▶ **What you need to do**
What is the number of lines in the data holding the word "empty"? Give that number by itself.

(Records from a data source)
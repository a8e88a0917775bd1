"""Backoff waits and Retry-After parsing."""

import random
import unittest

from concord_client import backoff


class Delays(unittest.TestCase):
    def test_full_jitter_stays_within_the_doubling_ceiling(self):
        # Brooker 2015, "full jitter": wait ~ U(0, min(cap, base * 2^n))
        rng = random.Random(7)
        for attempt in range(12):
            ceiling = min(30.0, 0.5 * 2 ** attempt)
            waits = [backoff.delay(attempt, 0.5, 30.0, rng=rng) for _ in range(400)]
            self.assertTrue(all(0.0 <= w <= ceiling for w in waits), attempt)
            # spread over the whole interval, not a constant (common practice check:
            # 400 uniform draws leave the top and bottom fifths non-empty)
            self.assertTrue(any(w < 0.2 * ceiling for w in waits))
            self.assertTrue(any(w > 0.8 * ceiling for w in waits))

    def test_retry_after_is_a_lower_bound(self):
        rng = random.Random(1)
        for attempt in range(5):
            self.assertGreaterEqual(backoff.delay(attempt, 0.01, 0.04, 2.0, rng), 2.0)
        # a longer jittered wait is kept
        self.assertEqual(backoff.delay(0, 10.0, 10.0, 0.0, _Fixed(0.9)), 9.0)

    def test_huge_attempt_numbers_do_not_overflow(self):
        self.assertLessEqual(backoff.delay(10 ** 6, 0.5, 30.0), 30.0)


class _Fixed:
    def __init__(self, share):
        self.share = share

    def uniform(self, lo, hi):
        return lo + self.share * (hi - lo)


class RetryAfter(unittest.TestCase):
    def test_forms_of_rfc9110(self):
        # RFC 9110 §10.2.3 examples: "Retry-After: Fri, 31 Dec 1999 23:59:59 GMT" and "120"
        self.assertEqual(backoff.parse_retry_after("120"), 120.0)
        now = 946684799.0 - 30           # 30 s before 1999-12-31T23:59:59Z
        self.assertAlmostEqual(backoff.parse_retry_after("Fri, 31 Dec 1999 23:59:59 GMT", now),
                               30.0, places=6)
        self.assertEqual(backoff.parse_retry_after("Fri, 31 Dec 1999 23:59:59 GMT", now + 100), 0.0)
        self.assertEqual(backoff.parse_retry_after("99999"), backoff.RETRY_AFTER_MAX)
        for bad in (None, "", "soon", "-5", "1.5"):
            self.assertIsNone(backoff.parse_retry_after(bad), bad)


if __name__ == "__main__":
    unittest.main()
---
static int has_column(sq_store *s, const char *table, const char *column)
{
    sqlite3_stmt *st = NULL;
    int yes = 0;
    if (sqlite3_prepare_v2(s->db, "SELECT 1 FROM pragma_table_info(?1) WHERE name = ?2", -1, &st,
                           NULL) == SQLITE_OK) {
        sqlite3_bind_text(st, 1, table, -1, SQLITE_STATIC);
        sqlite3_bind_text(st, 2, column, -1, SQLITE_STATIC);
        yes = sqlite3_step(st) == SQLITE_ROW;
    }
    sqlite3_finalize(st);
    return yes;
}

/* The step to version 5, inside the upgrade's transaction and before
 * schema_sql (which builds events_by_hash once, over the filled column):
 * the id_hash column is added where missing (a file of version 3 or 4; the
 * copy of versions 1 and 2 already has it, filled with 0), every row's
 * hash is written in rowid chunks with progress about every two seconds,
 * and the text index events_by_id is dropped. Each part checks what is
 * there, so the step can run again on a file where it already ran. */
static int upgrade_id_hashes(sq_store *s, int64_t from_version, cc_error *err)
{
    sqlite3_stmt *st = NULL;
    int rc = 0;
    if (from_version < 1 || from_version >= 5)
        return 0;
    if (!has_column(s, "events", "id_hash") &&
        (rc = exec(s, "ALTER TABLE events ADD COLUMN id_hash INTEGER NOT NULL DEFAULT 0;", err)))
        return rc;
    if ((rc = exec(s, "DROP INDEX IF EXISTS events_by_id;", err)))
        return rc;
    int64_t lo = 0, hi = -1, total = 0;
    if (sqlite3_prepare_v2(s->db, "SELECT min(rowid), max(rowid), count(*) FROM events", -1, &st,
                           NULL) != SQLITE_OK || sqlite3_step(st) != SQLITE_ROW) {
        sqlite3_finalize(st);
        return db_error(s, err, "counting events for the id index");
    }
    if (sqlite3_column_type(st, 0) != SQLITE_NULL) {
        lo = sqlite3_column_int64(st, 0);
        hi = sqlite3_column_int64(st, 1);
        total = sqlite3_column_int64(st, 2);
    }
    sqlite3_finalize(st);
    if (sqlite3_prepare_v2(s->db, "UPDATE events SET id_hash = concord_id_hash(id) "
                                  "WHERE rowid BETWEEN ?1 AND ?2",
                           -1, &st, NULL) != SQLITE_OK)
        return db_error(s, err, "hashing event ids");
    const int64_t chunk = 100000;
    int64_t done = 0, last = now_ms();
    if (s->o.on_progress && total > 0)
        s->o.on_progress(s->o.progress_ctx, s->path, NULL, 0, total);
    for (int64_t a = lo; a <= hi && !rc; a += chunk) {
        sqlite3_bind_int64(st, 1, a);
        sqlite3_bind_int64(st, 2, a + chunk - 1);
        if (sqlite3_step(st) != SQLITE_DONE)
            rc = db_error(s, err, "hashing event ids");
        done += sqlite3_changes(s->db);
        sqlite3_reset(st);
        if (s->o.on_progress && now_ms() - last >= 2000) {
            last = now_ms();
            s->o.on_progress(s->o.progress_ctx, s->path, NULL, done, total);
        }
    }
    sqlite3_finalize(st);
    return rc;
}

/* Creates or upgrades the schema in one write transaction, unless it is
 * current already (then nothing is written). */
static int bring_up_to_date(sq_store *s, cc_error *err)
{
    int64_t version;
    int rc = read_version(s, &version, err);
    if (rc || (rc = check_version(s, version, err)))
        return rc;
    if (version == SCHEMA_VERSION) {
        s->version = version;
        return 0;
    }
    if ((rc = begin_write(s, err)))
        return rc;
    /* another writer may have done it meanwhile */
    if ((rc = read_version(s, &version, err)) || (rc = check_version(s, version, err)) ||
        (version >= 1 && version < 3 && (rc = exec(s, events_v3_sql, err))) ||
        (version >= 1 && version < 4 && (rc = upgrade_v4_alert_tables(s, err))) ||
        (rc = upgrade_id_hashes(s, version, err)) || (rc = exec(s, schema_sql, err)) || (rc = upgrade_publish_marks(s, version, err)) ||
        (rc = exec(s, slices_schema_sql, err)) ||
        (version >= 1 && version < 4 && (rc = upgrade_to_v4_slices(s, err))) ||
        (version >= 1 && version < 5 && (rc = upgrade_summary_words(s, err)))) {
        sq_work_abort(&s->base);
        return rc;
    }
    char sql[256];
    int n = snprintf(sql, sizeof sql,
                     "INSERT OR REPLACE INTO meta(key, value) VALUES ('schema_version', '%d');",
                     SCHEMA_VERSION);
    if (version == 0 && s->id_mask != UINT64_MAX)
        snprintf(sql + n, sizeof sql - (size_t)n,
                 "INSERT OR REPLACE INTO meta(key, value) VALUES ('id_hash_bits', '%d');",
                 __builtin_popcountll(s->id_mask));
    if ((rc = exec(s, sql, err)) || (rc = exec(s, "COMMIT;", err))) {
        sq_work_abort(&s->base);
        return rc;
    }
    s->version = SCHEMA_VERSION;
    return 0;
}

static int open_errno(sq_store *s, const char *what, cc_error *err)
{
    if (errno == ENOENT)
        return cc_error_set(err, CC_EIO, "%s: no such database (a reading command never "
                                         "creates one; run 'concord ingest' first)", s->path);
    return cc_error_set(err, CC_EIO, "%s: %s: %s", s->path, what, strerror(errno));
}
* * *
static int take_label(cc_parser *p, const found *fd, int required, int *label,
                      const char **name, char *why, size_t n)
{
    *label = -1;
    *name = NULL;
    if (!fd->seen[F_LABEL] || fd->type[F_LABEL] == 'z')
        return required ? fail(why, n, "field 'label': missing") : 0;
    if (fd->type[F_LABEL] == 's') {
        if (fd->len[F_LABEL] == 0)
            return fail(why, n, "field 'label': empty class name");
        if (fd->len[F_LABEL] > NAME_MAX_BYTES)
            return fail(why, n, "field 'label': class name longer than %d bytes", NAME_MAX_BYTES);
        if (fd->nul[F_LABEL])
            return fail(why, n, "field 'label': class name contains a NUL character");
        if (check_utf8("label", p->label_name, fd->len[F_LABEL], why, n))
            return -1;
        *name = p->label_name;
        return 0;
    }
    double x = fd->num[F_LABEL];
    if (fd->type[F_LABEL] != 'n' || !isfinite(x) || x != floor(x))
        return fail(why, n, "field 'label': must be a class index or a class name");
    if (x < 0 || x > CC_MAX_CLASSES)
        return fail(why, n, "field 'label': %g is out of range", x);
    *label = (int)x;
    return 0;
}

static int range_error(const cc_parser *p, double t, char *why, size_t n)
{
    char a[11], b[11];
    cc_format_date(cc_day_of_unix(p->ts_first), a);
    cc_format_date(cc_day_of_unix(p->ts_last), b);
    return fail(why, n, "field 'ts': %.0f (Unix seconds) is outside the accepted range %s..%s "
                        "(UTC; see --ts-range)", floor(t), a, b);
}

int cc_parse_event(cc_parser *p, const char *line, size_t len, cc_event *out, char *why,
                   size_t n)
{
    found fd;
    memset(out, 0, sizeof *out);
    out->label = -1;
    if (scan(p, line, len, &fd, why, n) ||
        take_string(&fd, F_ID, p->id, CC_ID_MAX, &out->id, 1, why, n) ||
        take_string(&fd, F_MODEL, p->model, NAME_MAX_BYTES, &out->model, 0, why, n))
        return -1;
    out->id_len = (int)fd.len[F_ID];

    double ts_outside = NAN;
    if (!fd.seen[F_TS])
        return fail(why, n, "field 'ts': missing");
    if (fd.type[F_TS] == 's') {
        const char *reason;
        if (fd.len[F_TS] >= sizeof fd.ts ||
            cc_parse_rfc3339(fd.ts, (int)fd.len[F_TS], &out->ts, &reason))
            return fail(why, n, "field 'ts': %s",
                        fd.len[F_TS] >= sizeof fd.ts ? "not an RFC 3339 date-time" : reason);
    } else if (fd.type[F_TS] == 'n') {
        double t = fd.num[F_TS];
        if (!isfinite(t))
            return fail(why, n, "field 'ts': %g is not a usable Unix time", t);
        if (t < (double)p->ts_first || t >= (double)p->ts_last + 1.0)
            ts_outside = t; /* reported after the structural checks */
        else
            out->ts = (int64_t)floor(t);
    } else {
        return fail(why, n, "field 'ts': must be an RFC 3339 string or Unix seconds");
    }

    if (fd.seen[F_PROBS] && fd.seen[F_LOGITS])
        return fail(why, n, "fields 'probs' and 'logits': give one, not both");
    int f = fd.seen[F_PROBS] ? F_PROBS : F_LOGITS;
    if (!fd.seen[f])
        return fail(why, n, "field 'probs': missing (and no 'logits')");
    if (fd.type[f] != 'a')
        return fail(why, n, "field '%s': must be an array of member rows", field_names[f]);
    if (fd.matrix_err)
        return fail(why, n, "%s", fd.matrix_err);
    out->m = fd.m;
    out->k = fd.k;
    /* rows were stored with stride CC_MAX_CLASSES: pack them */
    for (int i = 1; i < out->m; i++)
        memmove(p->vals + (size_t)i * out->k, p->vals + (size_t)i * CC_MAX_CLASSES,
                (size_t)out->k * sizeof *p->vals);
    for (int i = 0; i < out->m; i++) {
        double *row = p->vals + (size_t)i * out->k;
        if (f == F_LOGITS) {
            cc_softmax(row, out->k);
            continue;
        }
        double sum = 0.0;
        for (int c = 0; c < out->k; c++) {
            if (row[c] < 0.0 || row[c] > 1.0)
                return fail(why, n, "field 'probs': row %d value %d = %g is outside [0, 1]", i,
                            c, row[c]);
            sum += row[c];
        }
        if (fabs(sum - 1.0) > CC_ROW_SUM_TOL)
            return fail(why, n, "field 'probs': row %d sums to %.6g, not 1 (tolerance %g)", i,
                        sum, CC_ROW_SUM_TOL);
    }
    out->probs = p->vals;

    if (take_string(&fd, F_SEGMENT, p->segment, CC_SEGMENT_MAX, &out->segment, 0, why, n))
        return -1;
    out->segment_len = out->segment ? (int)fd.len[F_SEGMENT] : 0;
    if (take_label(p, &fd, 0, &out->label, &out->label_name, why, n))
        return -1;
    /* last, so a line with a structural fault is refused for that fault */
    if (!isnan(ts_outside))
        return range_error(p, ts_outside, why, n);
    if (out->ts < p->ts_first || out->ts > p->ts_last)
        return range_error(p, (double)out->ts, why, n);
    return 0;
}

▶ **Written solution**
2